BEGIN Source records

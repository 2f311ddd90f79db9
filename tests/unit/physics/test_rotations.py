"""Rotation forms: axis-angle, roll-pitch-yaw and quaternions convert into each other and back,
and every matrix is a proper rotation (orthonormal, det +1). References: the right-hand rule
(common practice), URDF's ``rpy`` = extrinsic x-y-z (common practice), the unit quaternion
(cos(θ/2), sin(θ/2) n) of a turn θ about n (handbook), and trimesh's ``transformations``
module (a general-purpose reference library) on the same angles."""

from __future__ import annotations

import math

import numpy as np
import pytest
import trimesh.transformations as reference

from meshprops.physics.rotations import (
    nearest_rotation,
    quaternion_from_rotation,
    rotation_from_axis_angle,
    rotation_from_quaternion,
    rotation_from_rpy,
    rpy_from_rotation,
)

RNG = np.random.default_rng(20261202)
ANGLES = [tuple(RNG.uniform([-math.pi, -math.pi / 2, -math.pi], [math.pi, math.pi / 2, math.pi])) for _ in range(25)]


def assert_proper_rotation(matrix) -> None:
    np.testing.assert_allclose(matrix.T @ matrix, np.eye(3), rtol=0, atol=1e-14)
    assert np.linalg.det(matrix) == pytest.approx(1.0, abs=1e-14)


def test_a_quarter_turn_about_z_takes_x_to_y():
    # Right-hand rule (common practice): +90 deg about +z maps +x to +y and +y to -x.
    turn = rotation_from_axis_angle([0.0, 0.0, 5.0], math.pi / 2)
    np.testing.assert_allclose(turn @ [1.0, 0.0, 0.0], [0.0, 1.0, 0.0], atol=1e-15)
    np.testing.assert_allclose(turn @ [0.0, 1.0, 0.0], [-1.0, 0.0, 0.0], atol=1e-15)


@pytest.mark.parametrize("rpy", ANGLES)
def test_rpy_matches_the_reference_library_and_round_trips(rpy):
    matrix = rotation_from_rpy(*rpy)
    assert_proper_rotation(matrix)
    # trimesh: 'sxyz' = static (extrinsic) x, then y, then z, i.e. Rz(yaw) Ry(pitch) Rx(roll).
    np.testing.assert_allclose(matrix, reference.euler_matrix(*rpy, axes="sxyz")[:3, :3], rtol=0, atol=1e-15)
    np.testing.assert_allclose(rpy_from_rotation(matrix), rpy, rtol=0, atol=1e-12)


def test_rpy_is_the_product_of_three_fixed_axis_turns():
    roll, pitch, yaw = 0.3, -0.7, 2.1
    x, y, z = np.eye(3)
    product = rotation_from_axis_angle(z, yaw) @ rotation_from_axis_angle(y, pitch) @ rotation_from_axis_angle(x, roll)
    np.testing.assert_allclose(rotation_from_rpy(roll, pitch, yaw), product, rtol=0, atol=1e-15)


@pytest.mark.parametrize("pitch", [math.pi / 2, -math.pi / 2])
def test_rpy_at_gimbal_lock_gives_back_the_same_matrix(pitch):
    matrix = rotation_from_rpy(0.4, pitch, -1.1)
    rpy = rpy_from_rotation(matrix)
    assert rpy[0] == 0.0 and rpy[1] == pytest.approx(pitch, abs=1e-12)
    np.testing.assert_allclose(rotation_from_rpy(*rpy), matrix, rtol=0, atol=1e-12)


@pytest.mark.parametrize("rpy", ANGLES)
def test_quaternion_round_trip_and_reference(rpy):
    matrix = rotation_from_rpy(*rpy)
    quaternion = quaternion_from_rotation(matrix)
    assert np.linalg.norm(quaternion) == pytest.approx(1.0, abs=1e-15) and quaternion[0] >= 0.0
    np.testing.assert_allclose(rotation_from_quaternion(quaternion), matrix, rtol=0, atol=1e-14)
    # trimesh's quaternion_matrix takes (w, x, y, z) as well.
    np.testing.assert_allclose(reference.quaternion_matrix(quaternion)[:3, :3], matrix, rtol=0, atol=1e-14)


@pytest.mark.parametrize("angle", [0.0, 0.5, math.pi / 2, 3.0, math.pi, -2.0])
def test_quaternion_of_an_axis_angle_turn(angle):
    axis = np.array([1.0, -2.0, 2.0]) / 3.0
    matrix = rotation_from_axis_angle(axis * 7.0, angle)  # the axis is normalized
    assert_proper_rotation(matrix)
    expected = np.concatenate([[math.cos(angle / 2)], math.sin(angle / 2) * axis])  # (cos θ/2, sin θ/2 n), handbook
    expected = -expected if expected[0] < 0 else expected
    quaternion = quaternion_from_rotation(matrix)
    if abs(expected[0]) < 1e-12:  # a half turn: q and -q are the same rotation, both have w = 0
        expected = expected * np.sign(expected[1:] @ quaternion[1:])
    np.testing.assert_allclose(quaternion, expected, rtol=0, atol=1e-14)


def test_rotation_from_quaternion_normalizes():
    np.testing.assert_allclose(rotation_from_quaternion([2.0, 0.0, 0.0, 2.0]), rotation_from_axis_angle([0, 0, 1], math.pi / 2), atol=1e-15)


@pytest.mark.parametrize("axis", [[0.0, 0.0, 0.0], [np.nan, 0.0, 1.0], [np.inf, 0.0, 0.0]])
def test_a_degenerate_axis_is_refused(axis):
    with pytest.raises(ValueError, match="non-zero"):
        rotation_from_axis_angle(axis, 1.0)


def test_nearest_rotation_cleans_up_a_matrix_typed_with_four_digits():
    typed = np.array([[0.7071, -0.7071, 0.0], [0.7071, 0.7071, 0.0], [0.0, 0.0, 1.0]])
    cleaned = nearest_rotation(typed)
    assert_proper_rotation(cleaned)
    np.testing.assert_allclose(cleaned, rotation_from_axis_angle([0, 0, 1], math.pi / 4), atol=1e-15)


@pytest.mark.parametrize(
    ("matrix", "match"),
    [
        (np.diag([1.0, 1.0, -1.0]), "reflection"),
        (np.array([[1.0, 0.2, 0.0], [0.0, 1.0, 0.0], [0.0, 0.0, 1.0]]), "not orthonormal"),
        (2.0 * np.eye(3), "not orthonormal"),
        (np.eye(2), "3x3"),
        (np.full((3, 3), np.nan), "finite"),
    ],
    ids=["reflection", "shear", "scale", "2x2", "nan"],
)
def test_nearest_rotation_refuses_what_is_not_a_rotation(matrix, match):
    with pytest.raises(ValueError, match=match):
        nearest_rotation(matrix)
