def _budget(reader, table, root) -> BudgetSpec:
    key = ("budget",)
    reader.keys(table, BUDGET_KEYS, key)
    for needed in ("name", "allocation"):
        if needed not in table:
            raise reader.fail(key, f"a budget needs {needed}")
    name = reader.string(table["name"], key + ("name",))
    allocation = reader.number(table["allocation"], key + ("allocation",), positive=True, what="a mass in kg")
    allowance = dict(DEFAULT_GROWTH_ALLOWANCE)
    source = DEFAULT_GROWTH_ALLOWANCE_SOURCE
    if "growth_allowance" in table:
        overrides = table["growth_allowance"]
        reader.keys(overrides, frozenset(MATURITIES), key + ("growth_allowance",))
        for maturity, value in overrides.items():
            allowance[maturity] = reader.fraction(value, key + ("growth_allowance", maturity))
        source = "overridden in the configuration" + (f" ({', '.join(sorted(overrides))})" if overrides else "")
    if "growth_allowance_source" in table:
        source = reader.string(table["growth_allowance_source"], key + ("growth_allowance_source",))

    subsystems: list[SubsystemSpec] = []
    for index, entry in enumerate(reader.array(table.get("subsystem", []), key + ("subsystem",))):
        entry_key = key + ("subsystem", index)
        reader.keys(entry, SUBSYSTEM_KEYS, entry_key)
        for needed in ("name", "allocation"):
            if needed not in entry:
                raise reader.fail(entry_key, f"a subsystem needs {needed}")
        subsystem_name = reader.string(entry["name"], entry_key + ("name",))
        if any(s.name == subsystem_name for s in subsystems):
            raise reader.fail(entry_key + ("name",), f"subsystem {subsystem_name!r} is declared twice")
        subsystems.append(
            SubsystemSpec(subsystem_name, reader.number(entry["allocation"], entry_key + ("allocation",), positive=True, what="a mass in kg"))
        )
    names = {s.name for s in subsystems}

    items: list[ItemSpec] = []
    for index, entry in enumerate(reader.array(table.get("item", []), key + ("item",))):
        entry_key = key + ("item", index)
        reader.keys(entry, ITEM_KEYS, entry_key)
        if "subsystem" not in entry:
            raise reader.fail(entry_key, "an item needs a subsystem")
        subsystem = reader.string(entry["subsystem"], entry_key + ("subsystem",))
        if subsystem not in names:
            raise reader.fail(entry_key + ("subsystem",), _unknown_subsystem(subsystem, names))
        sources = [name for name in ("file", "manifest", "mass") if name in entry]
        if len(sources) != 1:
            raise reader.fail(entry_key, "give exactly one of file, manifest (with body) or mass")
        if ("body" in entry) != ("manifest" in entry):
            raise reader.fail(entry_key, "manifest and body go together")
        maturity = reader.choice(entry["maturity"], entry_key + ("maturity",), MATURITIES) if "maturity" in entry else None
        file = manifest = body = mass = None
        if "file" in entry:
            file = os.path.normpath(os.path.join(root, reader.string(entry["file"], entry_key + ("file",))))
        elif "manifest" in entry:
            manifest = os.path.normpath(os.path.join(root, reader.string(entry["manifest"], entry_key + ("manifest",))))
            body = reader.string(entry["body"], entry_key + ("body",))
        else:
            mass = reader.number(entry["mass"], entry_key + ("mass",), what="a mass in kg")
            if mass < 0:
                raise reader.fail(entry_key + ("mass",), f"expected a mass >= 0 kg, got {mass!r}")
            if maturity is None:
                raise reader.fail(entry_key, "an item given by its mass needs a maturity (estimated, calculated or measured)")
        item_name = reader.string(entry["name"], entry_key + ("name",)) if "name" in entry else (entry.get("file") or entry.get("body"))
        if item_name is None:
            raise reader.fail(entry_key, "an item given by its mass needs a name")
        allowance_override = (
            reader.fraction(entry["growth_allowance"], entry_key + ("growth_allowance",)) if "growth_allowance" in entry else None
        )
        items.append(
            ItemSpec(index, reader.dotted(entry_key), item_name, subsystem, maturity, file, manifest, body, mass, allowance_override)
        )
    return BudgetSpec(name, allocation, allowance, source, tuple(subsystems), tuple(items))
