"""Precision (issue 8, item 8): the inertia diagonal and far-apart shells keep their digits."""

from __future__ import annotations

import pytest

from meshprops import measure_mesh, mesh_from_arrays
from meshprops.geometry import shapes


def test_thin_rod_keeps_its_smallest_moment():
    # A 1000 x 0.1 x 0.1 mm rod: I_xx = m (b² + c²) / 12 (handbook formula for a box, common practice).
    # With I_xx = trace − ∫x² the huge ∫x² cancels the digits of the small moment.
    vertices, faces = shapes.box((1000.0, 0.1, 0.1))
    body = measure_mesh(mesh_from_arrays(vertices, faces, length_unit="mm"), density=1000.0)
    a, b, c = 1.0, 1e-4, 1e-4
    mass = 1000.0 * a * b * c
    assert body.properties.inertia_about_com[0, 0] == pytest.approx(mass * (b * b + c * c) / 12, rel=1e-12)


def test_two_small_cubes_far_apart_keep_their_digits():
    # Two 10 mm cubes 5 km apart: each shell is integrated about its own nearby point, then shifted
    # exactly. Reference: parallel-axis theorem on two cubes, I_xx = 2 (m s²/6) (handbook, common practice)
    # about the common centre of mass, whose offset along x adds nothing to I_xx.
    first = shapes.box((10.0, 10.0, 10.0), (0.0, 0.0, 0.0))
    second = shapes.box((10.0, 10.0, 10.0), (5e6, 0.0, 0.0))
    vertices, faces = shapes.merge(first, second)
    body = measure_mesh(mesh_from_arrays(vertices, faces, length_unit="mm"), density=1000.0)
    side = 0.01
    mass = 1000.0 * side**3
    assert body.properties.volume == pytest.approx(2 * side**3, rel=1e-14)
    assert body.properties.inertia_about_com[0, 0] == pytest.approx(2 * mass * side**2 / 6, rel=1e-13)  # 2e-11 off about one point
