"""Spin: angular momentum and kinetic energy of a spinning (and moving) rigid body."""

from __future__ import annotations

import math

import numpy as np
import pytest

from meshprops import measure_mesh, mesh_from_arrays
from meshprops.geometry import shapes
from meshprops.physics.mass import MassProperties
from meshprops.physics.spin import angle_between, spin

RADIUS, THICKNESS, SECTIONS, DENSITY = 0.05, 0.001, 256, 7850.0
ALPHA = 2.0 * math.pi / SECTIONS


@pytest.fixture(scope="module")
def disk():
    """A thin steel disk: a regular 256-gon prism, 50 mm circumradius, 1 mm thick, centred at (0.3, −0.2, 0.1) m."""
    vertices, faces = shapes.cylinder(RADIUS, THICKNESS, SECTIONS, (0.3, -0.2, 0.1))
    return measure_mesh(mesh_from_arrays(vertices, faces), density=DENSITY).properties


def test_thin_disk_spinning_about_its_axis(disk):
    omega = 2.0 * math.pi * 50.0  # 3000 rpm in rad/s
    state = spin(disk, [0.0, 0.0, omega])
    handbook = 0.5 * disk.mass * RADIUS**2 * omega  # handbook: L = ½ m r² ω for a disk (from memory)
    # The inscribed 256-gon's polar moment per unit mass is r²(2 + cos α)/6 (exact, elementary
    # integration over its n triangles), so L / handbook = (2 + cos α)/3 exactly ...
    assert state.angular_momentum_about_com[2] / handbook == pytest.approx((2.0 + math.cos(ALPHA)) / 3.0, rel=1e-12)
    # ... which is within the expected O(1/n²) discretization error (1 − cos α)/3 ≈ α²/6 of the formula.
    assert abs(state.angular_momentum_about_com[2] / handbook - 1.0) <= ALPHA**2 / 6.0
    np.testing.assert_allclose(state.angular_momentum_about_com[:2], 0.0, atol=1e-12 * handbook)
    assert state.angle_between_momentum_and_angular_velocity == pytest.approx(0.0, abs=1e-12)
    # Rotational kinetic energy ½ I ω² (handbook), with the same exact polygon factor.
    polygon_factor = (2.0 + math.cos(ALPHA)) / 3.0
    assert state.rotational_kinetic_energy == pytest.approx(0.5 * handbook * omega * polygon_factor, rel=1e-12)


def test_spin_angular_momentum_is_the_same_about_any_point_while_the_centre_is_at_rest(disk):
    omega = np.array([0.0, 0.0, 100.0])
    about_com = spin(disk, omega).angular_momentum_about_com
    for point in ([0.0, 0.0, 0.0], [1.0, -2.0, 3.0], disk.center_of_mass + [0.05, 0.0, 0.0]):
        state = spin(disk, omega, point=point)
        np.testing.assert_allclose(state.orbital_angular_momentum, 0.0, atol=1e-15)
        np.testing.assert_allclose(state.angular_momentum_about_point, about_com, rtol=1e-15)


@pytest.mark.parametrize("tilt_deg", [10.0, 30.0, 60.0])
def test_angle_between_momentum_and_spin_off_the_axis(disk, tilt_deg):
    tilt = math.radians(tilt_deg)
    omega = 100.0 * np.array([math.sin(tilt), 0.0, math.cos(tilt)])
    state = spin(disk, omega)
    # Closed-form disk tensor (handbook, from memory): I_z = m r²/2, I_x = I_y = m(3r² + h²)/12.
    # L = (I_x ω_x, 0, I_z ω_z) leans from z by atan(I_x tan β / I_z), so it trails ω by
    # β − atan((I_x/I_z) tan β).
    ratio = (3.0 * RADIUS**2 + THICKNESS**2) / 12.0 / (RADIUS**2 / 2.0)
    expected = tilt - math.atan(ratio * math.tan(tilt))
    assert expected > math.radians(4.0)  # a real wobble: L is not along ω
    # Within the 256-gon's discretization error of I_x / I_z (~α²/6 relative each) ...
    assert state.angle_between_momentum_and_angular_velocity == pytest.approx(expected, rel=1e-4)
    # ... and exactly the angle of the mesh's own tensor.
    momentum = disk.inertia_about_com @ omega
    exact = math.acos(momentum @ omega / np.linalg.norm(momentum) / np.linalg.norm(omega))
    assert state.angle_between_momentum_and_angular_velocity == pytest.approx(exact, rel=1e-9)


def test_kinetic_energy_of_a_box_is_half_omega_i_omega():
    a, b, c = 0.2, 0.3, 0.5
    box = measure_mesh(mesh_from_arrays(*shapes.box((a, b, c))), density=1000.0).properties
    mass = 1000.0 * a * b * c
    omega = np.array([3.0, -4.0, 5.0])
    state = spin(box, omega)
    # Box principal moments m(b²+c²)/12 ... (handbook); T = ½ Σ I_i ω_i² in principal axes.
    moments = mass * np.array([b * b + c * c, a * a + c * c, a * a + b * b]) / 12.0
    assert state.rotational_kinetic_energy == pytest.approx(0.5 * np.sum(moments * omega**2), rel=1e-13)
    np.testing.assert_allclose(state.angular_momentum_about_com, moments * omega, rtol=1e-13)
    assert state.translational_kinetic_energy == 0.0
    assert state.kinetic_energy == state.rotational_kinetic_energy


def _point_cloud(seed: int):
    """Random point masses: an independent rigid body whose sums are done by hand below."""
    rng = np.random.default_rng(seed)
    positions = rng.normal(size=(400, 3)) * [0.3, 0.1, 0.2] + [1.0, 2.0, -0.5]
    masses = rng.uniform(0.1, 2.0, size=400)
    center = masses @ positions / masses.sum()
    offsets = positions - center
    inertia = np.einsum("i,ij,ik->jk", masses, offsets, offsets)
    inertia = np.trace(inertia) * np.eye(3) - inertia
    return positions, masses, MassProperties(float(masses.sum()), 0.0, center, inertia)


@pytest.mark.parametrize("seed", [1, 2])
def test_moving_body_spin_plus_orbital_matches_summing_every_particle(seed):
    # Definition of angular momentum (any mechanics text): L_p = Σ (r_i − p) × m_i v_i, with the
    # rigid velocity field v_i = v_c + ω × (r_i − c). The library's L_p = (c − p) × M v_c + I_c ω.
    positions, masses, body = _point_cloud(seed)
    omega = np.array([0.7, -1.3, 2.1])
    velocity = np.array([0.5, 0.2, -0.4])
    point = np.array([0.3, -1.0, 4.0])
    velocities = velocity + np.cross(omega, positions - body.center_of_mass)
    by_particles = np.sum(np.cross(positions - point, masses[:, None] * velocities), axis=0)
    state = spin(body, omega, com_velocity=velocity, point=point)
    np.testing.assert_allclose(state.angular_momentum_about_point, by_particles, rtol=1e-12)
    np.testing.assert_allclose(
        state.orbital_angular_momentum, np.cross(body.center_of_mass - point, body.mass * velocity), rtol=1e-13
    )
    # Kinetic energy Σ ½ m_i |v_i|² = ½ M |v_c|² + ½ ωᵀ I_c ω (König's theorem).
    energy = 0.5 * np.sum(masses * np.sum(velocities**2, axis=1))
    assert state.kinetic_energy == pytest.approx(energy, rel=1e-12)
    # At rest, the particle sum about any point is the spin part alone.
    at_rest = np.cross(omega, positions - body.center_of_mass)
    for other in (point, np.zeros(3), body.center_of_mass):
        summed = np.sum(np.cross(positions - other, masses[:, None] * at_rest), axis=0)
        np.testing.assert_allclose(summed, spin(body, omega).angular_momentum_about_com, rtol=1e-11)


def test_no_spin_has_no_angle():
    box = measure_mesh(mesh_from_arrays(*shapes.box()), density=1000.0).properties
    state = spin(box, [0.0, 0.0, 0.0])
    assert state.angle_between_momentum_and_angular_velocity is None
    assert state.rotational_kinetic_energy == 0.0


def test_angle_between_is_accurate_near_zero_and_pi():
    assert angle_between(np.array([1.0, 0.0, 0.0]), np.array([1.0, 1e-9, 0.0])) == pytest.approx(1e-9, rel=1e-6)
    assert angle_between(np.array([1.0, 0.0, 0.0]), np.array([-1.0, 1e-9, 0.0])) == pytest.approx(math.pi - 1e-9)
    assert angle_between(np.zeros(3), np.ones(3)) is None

END Source records

Exercise>
From the listing above, return the lines starting at the one with "[10.0, 30.0, 60.0])" and ending at the one with "momentum = disk.inertia_about_com @ omega", both kept, exactly as they appear and nothing more.

Solved exercise>
@pytest.mark.parametrize("tilt_deg", [10.0, 30.0, 60.0])
def test_angle_between_momentum_and_spin_off_the_axis(disk, tilt_deg):
    tilt = math.radians(tilt_deg)
    omega = 100.0 * np.array([math.sin(tilt), 0.0, math.cos(tilt)])
    state = spin(disk, omega)
    # Closed-form disk tensor (handbook, from memory): I_z = m r²/2, I_x = I_y = m(3r² + h²)/12.
    # L = (I_x ω_x, 0, I_z ω_z) leans from z by atan(I_x tan β / I_z), so it trails ω by
    # β − atan((I_x/I_z) tan β).
    ratio = (3.0 * RADIUS**2 + THICKNESS**2) / 12.0 / (RADIUS**2 / 2.0)
    expected = tilt - math.atan(ratio * math.tan(tilt))
    assert expected > math.radians(4.0)  # a real wobble: L is not along ω
    # Within the 256-gon's discretization error of I_x / I_z (~α²/6 relative each) ...
    assert state.angle_between_momentum_and_angular_velocity == pytest.approx(expected, rel=1e-4)
    # ... and exactly the angle of the mesh's own tensor.
    momentum = disk.inertia_about_com @ omega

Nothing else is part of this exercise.